McGlade handed me his cell phone, already queued up to his URL. Going against the little voice inside that warned me not to, I read the entry anyway.
They call me the Cowboy. Search for me and my content on darknet. I collect teeth. I also collect people. Here’s someone I recently picked up. I’m in Nebraska. Catch me if you can.
Then there was a link to Instagram. I followed the link and…
My breath caught.
The picture was a little out of focus, but it was of a man in a bed, his body swaddled in bandages.
The man’s eyes were closed. The bandages were bloody.
But it looked like Herb.
It looked a lot like Herb.
“Is this real?” I asked, my voice low.
“A friend who works CGI for Hollywood took a look. She said it didn’t appear altered in any way. No Photoshop.”
I squinted at the face. “Maybe it’s just someone who looks like him.”
“That was my first thought. Or maybe it is Herb, but he’s dead. Doesn’t make sense to put bandages on a dead guy, though. And keep looking. There’s something else.”
I continued to study the pic. This wasn’t a hospital. The bed looked like a dirty cot. The man who might be Herb had beads of sweat on his forehead.
“Dead men don’t perspire,” I said.
“They don’t need handcuffs, either.”
I checked his hands, and there was indeed a cuff on his right wrist, linking him to someone else.
Someone not pictured, except for half of his hand.
A hand with a butterfly tattoo.
“Your buddy, Tequila,” Harry said. “He has a butterfly tattoo.”
“Yeah.”
“Does that tattoo match?”
I nodded, my stomach clenching into a big, twisted fist.
“I’ve done some research. I can fill you in on the way to Nebraska. Drop the kid off with Mom, grab Phin, and we—”
“Phin isn’t coming with,” I interrupted. “He’s still recuperating.”
“Jack, I think this is more than just this Cowboy asshole. I’ve put some hours in on this. I think there are human traffickers, operating out of the Plains states. We’re going to need help.”
“We’re in America, McGlade. When we find Herb and Tequila, we’ll bring in the authorities.”
“We? So you’re in?”
I’d thought there was nothing that could force me back into the game. But this was the only thing that could.
Herb. Jesus. Baja was over half a year ago.
We’d left him there. We’d left him for dead, and all this time…
“Of course I’m in.” I checked the time on Harry’s phone. “I need about an hour to pack and make up some lie to tell my husband.”
“Say you’re leaving him for another woman. That would be hot.”

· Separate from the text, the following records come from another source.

#[test]
fn measured_file_hourly_interval_in_ml() {
    let loaded = pilot_design("");
    let csv = pilot_csv(2, &|r| format!("{}", 10 * (r % 24)));
    let rec = read(&loaded, &csv, &MeasuredColumns::default()).unwrap();
    assert_eq!(rec.hours.len(), 48);
    assert_eq!(rec.series.hours.len(), 48);
    // Row 5 (line 7) holds 50 mL = 0.05 kg.
    assert!((rec.hours[5].distillate_kg.unwrap() - 0.05).abs() < 1e-12);
    assert_eq!(rec.summary.hours_with_distillate, 48);
    assert!(rec.summary.gaps.is_empty() && rec.summary.rejected_rows.is_empty());
    // The measured plane irradiance rides on each record.
    assert!(
        rec.series
            .hours
            .iter()
            .any(|h| h.measured_poa_w_m2.is_some())
    );
}

#[test]
fn negative_distillate_is_rejected_with_its_line() {
    let loaded = pilot_design("");
    let csv = pilot_csv(2, &|r| if r == 10 { "-5".into() } else { "20".into() });
    let rec = read(&loaded, &csv, &MeasuredColumns::default()).unwrap();
    // Row index 10 is file line 12 (header = line 1).
    assert_eq!(rec.summary.negative_distillate.len(), 1);
    assert_eq!(rec.summary.negative_distillate[0].line, 12);
    assert_eq!(rec.hours[10].distillate_kg, None);
    assert_eq!(rec.summary.hours_with_distillate, 47);
    assert!(rec.summary.lines().iter().any(|l| l.contains("lines 12")));
}

#[test]
fn gaps_are_skipped_counted_and_never_filled_with_distillate() {
    let loaded = pilot_design("");
    let csv = pilot_csv(2, &|_| "20".into());
    // Drop rows 20 and 21 (lines 22, 23): a two-hour gap.
    let text: String = csv
        .lines()
        .enumerate()
        .filter(|(i, _)| *i != 21 && *i != 22)
        .map(|(_, l)| format!("{l}\n"))
        .collect();
    let rec = read(&loaded, &text, &MeasuredColumns::default()).unwrap();
    assert_eq!(rec.hours.len(), 48, "weather interpolated across the gap");
    assert_eq!(rec.summary.gaps.len(), 1);
    assert_eq!(
        rec.summary.gaps[0].line, 22,
        "the row after the gap, line 24 less the two dropped"
    );
    assert!((rec.summary.gaps[0].hours - 2.0).abs() < 1e-9);
    assert_eq!(rec.hours[20].distillate_kg, None);
    assert_eq!(rec.hours[21].distillate_kg, None);
    assert!(rec.hours[22].distillate_kg.is_some());
    assert_eq!(rec.summary.hours_with_distillate, 46);
    assert_eq!(rec.summary.hours_weather_filled, 2);
    // A gap longer than max_gap_h stops the reading, naming the line.
    let long: String = csv
        .lines()
        .enumerate()
        .filter(|(i, _)| !(21..=26).contains(i))
        .map(|(_, l)| format!("{l}\n"))
        .collect();
    let err = read(&loaded, &long, &MeasuredColumns::default()).unwrap_err();
    assert!(err.to_string().contains("pilot.csv"), "{err}");
}

#[test]
fn cumulative_counter_reset_starts_a_new_segment() {
    let loaded = pilot_design("");
    // A running total in litres that is emptied (reset to 0) at row 30 (line 32).
    let csv = pilot_csv(2, &|r| {
        let r = r as f64;
        if r < 30.0 {
            format!("{:.3}", 0.01 * r)
        } else {
            format!("{:.3}", 0.01 * (r - 30.0))
        }
    });
    let cols = MeasuredColumns {
        distillate_unit: DistillateUnit::Litre,
        distillate_counting: DistillateCounting::Cumulative,
        ..MeasuredColumns::default()
    };
    let rec = read(&loaded, &csv, &cols).unwrap();
    assert_eq!(rec.summary.counter_resets, vec![32]);
    assert_eq!(
        rec.hours[0].distillate_kg, None,
        "no reading before the first"
    );
    assert!((rec.hours[5].distillate_kg.unwrap() - 0.01).abs() < 1e-9);
    assert_eq!(
        rec.hours[30].distillate_kg, None,
        "the hour across the reset"
    );
    assert!((rec.hours[31].distillate_kg.unwrap() - 0.01).abs() < 1e-9);
    assert_eq!(rec.summary.hours_with_distillate, 46);
}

McGlade, unhelpful as usual.
“He’ll be suspicious if I bring my gun,” I said, thinking out loud.
“I got plenty of guns. And if you don’t like any of them, we can buy you a gun on the road.” He grinned, his smile as wide as a zebra’s ass. “As you said; we’re in America.”
SOMEWHERE, SOMETIME AGO
HERB
It was impossible for Herb Benedict to know how much time had passed since he awoke in captivity. His beard was as long as his index finger, and he was notoriously slow at growing facial hair. What did that mean? Three months? More?
The bullet wounds in his chest, still swollen and tender to the touch, had scarred over. Healing was a slow, painful process. His only medicine had been antibiotics, and he’d run a high fever for weeks. Infections, for sure. Also a gamut of other diseases, which spread easily and quickly in the underground jail that had served as his rehab facility.